■ Description of the task ■
Only the lines below between the ones containing "the workbook). */" and "from (the picked", inclusive, are to be reproduced, each exactly as it stands.

■ Saved data entries ■
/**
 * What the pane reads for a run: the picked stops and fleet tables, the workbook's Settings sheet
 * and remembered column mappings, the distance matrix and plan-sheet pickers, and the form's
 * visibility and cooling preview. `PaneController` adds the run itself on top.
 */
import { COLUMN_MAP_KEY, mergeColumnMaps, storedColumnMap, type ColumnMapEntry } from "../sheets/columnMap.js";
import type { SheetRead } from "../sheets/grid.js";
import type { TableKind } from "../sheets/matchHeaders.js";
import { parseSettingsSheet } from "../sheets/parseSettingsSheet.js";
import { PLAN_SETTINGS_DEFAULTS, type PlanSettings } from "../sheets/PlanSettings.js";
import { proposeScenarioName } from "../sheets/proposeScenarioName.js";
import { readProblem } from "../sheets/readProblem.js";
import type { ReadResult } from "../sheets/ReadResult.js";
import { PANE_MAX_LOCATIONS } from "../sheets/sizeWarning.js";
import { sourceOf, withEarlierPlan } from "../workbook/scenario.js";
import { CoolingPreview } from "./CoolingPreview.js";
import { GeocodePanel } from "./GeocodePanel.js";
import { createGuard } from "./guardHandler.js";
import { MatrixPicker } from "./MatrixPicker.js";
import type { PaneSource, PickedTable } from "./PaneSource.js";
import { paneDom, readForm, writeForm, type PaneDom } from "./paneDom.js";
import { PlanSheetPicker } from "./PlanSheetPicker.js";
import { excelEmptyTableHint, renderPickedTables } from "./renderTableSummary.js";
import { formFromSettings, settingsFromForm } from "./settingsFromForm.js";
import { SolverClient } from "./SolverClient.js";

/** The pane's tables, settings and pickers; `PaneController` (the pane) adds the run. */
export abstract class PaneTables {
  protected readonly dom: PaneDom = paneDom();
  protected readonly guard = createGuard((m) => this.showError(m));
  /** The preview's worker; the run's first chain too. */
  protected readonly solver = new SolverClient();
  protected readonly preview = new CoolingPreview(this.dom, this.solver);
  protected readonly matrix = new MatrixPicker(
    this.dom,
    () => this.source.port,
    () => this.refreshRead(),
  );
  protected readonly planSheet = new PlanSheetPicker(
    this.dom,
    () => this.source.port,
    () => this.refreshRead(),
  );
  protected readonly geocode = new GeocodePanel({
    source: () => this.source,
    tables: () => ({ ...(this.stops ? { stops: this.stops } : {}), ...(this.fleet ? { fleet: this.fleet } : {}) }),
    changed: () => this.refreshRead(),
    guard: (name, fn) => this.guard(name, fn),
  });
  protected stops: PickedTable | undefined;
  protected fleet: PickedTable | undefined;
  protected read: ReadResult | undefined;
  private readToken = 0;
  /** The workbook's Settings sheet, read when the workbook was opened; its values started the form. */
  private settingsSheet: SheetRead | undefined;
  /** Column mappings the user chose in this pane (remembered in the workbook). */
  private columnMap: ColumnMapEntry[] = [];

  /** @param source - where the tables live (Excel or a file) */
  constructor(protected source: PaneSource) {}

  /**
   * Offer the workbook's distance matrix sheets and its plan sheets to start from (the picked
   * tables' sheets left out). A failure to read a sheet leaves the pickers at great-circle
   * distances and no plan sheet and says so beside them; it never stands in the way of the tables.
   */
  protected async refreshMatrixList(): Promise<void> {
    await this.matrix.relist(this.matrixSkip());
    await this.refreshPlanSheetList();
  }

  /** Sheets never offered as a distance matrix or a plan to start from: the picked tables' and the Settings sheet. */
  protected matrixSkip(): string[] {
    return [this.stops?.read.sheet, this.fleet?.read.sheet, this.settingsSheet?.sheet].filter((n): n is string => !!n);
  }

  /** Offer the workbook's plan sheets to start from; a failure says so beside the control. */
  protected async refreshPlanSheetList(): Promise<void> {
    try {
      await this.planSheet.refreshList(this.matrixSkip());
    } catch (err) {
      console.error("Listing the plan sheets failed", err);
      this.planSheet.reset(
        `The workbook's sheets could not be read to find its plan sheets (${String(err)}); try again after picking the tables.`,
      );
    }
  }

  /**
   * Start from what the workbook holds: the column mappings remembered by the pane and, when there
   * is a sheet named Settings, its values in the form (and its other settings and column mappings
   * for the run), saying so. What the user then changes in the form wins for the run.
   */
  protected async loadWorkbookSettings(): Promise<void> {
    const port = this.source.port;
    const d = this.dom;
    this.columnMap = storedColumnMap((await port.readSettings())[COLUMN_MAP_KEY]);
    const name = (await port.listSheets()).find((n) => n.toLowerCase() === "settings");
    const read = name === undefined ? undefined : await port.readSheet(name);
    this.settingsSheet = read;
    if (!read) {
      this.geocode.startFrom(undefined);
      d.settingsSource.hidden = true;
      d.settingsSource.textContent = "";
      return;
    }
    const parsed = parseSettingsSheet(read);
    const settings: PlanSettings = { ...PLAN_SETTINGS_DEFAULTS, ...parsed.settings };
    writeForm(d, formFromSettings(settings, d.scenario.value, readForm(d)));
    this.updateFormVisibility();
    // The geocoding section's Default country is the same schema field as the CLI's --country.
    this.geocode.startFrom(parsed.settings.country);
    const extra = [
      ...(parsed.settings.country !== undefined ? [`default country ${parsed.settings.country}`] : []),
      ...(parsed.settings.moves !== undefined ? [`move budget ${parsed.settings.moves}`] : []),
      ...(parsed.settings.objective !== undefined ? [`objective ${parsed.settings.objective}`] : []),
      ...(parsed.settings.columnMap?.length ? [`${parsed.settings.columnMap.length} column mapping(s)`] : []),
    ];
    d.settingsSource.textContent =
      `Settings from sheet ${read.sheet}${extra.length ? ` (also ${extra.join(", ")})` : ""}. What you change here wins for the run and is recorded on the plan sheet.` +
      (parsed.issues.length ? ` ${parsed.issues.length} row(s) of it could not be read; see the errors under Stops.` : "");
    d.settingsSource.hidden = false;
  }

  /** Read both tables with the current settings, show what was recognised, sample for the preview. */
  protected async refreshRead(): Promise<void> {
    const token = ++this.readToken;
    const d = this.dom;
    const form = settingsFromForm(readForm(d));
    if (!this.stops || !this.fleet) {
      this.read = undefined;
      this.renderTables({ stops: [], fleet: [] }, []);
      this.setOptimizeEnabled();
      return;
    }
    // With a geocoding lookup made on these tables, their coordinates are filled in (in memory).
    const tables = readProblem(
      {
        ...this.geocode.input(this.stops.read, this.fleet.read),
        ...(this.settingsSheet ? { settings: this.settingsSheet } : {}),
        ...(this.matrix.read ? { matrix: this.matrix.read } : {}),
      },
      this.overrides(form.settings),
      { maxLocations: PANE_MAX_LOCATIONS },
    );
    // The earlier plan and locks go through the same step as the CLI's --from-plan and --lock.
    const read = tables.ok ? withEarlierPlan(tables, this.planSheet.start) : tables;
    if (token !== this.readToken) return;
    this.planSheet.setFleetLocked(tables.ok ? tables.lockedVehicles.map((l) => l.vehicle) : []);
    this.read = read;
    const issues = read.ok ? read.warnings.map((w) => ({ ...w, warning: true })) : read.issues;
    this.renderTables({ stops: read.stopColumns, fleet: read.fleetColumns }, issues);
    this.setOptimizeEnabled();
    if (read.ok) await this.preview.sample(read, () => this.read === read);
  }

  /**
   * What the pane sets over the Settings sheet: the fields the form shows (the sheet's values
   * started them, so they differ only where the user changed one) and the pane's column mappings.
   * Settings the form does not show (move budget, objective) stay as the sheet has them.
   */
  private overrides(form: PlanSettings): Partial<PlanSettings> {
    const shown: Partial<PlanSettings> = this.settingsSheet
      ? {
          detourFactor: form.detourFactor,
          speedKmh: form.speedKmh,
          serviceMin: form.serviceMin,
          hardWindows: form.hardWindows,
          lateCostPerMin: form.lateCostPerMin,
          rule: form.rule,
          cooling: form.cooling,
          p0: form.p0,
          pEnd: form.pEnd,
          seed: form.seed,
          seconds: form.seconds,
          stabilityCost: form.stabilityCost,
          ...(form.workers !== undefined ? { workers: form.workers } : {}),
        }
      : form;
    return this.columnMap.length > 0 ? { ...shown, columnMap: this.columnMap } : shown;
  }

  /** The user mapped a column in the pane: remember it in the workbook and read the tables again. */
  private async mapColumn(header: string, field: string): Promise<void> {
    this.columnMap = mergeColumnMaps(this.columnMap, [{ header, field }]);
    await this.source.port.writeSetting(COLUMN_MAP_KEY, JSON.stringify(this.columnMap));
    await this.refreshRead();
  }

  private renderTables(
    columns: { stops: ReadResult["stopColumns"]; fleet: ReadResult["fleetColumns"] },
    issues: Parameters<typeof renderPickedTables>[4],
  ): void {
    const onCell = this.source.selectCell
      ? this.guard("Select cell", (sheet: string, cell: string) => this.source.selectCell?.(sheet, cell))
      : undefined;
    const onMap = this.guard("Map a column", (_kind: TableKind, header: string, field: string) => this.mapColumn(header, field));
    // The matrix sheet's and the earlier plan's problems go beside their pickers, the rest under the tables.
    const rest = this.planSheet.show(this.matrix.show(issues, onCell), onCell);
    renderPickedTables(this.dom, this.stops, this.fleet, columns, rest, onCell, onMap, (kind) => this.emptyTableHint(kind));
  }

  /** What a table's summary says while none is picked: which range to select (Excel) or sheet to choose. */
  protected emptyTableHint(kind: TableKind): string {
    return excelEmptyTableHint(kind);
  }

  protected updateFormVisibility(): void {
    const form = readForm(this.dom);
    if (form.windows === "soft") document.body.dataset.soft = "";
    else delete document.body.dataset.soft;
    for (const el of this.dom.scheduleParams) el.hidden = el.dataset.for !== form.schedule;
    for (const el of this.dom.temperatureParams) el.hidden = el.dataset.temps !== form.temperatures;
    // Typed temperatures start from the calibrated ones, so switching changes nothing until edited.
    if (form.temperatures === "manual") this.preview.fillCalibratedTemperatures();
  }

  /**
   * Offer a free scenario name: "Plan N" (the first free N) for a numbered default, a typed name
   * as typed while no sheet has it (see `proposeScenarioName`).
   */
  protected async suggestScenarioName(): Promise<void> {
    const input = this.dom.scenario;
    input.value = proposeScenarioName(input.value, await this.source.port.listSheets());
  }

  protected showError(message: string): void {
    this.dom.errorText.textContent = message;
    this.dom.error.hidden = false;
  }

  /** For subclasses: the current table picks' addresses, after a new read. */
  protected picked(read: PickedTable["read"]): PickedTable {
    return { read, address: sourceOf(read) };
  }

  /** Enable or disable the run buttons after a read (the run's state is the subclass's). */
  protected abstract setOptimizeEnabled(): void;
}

■ Result ■
  /** Column mappings the user chose in this pane (remembered in the workbook). */
  private columnMap: ColumnMapEntry[] = [];

  /** @param source - where the tables live (Excel or a file) */
  constructor(protected source: PaneSource) {}

  /**
   * Offer the workbook's distance matrix sheets and its plan sheets to start from (the picked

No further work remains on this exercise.